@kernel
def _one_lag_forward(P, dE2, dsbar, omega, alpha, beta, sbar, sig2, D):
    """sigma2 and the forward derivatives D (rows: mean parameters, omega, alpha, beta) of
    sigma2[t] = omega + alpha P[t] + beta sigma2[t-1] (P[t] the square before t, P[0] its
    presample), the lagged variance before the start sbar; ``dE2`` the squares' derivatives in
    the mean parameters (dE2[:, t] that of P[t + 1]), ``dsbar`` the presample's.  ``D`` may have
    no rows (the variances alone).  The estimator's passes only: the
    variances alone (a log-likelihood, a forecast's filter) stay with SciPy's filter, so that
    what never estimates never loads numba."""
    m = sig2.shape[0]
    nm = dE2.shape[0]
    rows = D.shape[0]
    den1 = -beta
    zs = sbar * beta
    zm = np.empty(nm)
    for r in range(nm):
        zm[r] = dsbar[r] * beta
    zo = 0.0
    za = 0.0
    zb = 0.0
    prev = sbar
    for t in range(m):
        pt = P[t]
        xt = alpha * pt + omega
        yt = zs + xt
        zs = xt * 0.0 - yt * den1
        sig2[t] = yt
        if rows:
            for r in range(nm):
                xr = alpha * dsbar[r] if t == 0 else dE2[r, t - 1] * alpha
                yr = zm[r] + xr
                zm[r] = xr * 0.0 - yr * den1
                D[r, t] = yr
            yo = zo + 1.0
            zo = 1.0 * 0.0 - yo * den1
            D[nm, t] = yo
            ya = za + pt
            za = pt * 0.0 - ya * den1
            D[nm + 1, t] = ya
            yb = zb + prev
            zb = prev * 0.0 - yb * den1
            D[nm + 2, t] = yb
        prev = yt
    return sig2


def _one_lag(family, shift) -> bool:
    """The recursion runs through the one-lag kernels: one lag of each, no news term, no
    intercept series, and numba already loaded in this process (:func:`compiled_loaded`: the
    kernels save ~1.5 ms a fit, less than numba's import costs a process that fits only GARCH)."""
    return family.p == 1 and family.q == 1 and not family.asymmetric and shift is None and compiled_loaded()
* * *
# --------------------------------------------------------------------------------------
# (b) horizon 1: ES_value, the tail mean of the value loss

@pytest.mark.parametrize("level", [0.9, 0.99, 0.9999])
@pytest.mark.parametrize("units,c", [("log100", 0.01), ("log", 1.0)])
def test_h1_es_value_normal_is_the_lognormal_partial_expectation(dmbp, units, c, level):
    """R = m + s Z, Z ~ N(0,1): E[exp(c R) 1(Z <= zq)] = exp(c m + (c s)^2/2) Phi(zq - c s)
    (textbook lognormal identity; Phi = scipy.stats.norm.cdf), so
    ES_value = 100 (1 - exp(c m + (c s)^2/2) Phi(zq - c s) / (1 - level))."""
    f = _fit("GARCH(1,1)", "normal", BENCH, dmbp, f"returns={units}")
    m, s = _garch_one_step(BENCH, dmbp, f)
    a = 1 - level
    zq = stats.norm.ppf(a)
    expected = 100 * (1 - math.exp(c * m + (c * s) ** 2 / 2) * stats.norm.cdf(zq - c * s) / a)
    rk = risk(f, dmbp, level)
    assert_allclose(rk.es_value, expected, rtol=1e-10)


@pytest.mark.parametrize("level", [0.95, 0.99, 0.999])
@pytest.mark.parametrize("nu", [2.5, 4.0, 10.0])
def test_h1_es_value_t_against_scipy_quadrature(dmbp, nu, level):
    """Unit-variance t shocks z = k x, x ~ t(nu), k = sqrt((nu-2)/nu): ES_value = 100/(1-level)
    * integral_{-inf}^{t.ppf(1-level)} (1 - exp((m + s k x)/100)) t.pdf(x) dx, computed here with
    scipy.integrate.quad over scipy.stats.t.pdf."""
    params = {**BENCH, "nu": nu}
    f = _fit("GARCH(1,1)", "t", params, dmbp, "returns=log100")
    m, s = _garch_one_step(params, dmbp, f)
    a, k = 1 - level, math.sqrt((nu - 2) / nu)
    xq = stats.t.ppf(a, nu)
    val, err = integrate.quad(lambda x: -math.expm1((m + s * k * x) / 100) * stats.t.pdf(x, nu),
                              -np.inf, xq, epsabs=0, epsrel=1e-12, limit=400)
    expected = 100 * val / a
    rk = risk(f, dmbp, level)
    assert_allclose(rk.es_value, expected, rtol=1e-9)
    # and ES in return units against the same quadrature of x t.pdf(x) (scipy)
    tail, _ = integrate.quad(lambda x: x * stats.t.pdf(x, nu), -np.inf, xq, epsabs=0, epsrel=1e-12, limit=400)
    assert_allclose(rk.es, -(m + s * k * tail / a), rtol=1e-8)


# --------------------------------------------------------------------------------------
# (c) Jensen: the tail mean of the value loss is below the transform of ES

### Task prompt
The answer should be a number alone: the count of lines in the records that hold the word "only".

### Finished task
2